WORK REQUEST: Gather all lines in the entries that include the word "alone".

[Opening THE RECORDS section]

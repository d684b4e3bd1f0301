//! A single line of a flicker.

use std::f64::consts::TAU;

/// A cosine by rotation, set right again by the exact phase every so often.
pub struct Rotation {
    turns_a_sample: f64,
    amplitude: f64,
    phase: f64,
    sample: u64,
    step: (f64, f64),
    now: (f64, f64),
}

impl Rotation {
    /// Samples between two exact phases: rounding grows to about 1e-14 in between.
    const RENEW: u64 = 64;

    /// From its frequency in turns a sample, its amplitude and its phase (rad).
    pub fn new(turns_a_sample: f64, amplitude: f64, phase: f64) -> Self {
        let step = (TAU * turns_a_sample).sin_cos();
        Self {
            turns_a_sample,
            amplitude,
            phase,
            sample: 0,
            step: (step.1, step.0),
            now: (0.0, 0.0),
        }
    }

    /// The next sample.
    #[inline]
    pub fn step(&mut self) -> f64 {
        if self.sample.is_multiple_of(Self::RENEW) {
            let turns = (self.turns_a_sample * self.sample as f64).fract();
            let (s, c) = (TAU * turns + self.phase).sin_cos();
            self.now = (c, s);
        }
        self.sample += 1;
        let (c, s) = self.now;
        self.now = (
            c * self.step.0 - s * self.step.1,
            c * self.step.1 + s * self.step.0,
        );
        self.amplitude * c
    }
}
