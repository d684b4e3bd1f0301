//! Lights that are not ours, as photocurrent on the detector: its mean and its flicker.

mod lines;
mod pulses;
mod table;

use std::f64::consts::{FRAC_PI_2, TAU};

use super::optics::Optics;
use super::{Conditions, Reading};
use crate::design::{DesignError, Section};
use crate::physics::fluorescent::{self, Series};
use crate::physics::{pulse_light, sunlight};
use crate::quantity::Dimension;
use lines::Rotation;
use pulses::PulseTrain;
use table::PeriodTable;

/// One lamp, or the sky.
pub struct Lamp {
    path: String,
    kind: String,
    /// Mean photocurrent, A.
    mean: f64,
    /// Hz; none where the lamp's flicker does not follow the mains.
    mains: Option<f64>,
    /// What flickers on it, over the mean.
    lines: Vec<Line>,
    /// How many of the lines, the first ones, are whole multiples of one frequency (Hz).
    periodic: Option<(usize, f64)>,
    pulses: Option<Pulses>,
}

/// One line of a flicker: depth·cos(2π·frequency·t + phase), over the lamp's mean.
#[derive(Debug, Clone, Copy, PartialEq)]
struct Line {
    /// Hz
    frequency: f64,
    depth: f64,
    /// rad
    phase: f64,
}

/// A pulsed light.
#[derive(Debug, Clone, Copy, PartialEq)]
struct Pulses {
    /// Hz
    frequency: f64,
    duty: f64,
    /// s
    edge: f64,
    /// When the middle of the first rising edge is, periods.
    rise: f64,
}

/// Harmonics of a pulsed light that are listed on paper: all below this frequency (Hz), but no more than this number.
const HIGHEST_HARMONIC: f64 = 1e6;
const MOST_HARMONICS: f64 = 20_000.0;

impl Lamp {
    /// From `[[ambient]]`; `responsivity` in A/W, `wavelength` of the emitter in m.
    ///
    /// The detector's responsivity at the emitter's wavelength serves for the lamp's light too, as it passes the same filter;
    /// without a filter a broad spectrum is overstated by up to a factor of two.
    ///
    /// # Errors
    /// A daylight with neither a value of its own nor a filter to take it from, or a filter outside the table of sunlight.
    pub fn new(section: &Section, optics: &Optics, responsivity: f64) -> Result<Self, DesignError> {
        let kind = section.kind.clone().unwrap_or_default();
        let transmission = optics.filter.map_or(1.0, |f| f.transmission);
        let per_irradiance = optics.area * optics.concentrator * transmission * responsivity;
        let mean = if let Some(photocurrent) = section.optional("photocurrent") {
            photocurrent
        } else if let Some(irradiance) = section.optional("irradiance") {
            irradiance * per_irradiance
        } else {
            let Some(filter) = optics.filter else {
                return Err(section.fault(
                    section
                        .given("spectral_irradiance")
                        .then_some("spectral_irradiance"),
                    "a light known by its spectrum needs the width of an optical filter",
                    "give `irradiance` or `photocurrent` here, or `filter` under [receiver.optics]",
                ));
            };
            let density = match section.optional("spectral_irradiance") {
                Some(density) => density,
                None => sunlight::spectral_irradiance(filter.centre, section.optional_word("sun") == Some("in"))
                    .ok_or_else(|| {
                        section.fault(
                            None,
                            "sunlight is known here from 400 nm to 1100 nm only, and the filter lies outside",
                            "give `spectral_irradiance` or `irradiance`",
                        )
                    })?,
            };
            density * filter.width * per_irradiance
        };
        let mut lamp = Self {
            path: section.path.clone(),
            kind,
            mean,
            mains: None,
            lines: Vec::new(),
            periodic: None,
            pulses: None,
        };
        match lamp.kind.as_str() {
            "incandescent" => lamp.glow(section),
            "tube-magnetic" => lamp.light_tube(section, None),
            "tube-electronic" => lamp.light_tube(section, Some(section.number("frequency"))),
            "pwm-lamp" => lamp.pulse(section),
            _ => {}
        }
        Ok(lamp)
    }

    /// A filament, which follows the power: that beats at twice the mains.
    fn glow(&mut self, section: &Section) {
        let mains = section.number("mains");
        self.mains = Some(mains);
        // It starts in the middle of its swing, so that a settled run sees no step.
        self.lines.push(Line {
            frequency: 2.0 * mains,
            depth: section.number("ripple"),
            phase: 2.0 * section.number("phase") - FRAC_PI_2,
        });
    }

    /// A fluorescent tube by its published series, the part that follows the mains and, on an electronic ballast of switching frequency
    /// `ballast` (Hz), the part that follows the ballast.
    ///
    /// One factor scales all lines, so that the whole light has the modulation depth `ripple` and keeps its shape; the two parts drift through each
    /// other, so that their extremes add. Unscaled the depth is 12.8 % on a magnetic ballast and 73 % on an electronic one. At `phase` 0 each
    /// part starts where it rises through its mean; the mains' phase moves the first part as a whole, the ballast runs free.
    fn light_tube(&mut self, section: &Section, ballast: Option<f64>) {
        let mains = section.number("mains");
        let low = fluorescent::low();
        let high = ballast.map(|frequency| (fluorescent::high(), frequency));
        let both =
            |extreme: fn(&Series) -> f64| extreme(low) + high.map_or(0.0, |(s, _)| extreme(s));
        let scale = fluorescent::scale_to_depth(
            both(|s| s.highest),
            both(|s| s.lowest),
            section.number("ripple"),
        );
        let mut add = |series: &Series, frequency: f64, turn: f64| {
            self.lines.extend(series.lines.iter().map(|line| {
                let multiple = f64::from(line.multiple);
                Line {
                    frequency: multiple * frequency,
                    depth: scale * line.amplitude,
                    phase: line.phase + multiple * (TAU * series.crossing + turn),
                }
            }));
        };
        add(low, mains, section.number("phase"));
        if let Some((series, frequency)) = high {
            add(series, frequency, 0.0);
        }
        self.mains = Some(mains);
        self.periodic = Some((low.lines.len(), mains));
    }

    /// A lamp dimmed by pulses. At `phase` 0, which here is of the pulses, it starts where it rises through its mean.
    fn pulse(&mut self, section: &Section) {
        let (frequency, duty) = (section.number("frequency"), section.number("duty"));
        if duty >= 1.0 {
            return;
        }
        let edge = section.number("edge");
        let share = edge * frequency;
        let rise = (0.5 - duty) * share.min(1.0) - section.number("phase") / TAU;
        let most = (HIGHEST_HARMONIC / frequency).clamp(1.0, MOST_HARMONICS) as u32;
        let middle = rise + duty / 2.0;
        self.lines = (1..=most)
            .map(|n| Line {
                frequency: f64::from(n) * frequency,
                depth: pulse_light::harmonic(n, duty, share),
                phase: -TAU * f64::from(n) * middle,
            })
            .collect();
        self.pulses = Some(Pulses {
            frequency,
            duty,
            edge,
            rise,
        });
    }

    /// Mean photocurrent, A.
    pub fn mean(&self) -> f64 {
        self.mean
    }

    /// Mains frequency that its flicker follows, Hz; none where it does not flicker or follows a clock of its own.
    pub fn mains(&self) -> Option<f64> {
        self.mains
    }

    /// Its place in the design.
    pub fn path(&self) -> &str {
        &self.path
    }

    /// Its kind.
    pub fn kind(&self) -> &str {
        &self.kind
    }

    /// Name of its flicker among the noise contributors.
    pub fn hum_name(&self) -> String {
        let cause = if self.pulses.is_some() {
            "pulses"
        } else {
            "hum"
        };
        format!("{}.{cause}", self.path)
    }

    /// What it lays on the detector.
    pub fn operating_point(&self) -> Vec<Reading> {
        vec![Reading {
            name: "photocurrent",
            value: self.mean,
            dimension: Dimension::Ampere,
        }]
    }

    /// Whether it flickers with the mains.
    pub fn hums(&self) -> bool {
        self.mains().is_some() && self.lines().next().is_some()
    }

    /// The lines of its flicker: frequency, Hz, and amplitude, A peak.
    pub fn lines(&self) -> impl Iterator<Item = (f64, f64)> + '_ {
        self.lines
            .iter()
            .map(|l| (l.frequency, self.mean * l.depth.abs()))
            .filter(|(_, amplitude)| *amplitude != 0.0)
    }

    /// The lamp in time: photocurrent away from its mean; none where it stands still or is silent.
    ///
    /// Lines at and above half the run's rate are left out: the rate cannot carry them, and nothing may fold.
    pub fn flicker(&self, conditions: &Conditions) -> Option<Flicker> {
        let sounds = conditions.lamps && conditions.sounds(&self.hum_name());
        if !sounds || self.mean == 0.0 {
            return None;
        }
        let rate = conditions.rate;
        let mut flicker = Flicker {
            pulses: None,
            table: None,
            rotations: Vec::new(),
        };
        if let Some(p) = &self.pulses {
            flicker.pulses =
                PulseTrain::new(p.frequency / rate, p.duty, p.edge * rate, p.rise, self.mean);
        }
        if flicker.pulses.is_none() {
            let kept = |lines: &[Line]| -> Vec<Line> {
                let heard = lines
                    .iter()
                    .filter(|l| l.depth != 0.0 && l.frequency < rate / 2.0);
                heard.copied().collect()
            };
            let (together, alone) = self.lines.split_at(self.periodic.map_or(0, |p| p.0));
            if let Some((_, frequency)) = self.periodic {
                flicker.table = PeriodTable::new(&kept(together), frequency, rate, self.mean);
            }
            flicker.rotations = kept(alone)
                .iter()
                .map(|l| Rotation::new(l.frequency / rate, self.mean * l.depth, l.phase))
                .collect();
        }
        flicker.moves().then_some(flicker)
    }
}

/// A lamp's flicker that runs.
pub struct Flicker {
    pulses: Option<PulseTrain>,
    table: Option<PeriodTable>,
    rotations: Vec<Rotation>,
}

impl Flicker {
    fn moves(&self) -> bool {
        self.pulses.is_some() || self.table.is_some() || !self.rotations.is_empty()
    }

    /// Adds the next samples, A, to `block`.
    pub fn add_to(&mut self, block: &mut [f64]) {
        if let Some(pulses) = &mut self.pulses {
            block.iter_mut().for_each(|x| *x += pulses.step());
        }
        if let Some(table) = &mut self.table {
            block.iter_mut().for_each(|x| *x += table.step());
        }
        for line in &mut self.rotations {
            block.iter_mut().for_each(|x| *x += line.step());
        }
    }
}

[Closing THE RECORDS section]
[Opening THE RECORDS section]

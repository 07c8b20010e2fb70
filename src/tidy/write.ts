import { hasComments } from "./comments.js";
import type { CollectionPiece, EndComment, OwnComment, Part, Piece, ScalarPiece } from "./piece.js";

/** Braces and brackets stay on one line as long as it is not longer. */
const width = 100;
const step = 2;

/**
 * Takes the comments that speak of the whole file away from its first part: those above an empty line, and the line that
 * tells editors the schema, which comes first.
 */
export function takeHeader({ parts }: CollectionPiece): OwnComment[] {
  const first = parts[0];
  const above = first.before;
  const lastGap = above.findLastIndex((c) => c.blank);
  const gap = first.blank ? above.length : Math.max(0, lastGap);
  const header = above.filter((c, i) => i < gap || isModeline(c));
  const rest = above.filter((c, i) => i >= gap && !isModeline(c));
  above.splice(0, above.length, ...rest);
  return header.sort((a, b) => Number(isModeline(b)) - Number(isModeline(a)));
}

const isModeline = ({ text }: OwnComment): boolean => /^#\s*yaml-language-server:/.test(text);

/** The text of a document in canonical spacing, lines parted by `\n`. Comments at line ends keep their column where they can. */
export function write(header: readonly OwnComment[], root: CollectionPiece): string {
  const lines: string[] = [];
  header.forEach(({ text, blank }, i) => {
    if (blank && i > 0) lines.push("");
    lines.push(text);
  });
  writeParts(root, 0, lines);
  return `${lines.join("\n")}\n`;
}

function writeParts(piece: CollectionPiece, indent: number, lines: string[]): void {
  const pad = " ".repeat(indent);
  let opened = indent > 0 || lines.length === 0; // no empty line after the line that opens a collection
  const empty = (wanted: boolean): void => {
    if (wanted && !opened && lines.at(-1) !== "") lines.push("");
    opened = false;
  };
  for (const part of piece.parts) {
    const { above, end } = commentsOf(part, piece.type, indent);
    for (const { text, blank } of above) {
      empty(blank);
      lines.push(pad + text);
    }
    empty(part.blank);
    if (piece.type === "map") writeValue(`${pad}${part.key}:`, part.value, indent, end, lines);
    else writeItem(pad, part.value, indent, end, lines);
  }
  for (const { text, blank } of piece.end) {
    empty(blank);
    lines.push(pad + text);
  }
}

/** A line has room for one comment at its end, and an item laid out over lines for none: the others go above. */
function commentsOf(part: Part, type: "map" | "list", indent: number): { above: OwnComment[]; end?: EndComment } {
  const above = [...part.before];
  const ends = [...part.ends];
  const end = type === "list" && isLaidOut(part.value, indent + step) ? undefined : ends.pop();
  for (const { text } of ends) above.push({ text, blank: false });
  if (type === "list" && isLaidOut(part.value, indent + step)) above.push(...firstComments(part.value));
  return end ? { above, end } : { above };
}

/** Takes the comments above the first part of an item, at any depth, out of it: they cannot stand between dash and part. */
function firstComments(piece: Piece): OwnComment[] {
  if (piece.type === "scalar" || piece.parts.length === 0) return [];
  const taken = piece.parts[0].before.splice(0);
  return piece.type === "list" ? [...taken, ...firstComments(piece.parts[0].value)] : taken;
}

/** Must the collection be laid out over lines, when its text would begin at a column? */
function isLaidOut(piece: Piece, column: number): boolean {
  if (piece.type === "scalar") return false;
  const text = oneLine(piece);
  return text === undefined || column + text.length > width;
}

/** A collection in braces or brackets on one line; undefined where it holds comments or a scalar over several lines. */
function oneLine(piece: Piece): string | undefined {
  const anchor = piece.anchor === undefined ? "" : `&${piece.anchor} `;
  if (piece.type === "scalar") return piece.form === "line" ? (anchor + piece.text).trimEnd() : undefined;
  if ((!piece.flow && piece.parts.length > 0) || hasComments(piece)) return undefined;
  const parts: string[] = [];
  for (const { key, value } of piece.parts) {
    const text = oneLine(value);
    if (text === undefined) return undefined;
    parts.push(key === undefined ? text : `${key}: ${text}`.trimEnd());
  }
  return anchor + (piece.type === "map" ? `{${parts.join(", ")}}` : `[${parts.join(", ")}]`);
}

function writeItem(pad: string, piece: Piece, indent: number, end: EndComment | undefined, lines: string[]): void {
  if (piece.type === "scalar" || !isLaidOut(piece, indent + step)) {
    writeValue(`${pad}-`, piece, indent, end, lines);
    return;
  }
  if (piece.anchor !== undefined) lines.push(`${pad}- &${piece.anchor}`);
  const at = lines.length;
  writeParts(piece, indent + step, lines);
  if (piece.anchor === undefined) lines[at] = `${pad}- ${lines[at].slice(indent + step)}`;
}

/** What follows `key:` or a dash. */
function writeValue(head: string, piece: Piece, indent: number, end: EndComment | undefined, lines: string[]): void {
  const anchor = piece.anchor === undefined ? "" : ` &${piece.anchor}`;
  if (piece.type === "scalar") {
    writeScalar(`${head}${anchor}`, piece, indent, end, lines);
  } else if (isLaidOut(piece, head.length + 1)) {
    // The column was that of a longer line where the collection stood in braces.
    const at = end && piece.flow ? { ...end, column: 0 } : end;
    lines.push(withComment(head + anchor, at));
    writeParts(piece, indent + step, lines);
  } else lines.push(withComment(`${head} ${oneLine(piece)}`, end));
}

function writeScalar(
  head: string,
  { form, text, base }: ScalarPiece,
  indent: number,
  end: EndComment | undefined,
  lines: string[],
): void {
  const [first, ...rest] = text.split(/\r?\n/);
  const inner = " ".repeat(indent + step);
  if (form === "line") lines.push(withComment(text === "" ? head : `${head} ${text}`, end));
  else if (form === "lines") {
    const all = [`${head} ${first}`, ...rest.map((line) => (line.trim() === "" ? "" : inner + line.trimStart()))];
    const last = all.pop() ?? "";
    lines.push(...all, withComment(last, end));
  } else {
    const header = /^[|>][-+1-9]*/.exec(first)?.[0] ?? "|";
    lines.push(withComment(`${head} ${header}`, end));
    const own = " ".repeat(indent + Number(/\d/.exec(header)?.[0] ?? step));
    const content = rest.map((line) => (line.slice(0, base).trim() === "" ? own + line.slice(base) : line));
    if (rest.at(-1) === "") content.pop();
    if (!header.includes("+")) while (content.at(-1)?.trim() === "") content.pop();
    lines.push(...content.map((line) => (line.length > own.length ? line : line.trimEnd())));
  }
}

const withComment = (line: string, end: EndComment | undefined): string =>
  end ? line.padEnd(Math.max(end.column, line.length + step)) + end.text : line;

[Closing THE RECORDS section]

PROBLEM SOLUTION:
            let (together, alone) = self.lines.split_at(self.periodic.map_or(0, |p| p.0));
            flicker.rotations = kept(alone)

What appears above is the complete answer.